The power-off control method comprises the steps of receiving power-off indication information, sending a power-off identification to a function control module based on the power-off indication information, wherein the power-off indication information is generated by a main control device when the main control device detects a remote device in the working state;

Generating working identification information after the first power supply module in the working state supplies power, and sending the working identification information to the function control module for storage;

And acquiring a judging result of whether the remote equipment is in a working state or not based on the working identification information, and feeding back the judging result to the processing module.

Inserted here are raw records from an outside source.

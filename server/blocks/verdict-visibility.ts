/**
 * Who may read the verdicts on a maker's blocks: the maker always, the guild's officers always, and
 * everyone else only when the guild shows verdicts to the whole guild. What is hidden is left out of
 * the answer altogether (not sent as null), so nothing in it hints at the verdict.
 */
import type { BlockDto, RosterDto, RosterRowDto } from '@shared/swap-types';
import type { ActivityDto } from '@shared/live-events';
import type { VerdictsVisibleTo } from '@shared/schemas/guilds';
import { Guild } from '../db/models';

export interface VerdictViewer {
  userId: number;
  /** coordinators and admins */
  canManage: boolean;
}

/** True when the viewer sees every maker's verdicts in this guild. */
export function seesAllVerdicts(viewer: VerdictViewer, visibleTo: VerdictsVisibleTo): boolean {
  return viewer.canManage || visibleTo === 'guild';
}

export async function guildVerdictsVisibleTo(guildId: number): Promise<VerdictsVisibleTo> {
  const guild = await Guild.findByPk(guildId, { attributes: ['verdictsVisibleTo'] });
  return guild?.verdictsVisibleTo ?? 'officers';
}

/**
 * Whether the viewer sees every maker's verdicts: officers without a read, anyone else by the guild's
 * setting, taken from the policy's read of the swap where it gave it (`known`), else read here.
 */
export async function viewerSeesAllVerdicts(
  viewer: VerdictViewer,
  guildId: number,
  known: VerdictsVisibleTo | undefined,
): Promise<boolean> {
  return viewer.canManage || seesAllVerdicts(viewer, known ?? (await guildVerdictsVisibleTo(guildId)));
}

/** A roster row without its verdicts: counts along the way stay, verdicts, acceptance and estimates go. */
export function rowWithoutVerdicts(row: RosterRowDto): RosterRowDto {
  const { verdicts: _v, accepted: _a, ...rest } = row;
  return {
    ...rest,
    blocks: row.blocks.map(({ verdict: _verdict, trimmed: _t, acceptedByDecision: _d, photoEstimate: _e, ...b }) => b),
  };
}

/** The roster as `viewerId` may read it (null: nobody's row is theirs), when they do not see every maker's verdicts. */
export function rosterForMember<T extends Pick<RosterDto, 'rows'>>(roster: T, viewerId: number | null): T {
  return { ...roster, rows: roster.rows.map((r) => (r.userId === viewerId ? r : rowWithoutVerdicts(r))) };
}

/** A block answer without its verdict, acceptance, measurements and photo estimate. */
export function blockWithoutVerdict(dto: BlockDto): BlockDto {
  const { verdict: _v, trimmed: _t, accepted: _a, decision: _d, latest: _l, photoEstimate: _e, ...rest } = dto;
  return { ...rest, times: { ...dto.times, trimmed: null } };
}

/** Activity lines as `viewerId` may read them: other makers' lines lose their verdict (the line itself stays). */
export function activitiesForMember(activities: ActivityDto[], viewerId: number | null): ActivityDto[] {
  return activities.map((a) => {
    if (a.subject?.userId === viewerId || !('verdict' in a.detail)) return a;
    const { verdict: _verdict, ...detail } = a.detail;
    return { ...a, detail };
  });
}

6. The method of claim 5, wherein the remote device has at least two remote devices, and wherein the sending the wake-on-network packet to the network module comprises:

And acquiring local area network addresses of the remote equipment in the shutdown state, and respectively sending network wakeup packets to the corresponding network modules in the remote equipment based on the local area network addresses.

7. An electronic device comprising a memory and a processor, characterized in that the memory has stored therein a computer program, the processor being arranged to run the computer program to perform the remote device control method as claimed in claim 5 or 6.

8. A storage medium having stored therein a computer program, wherein the computer program is arranged to perform the remote device control method of claim 5 or 6 when run.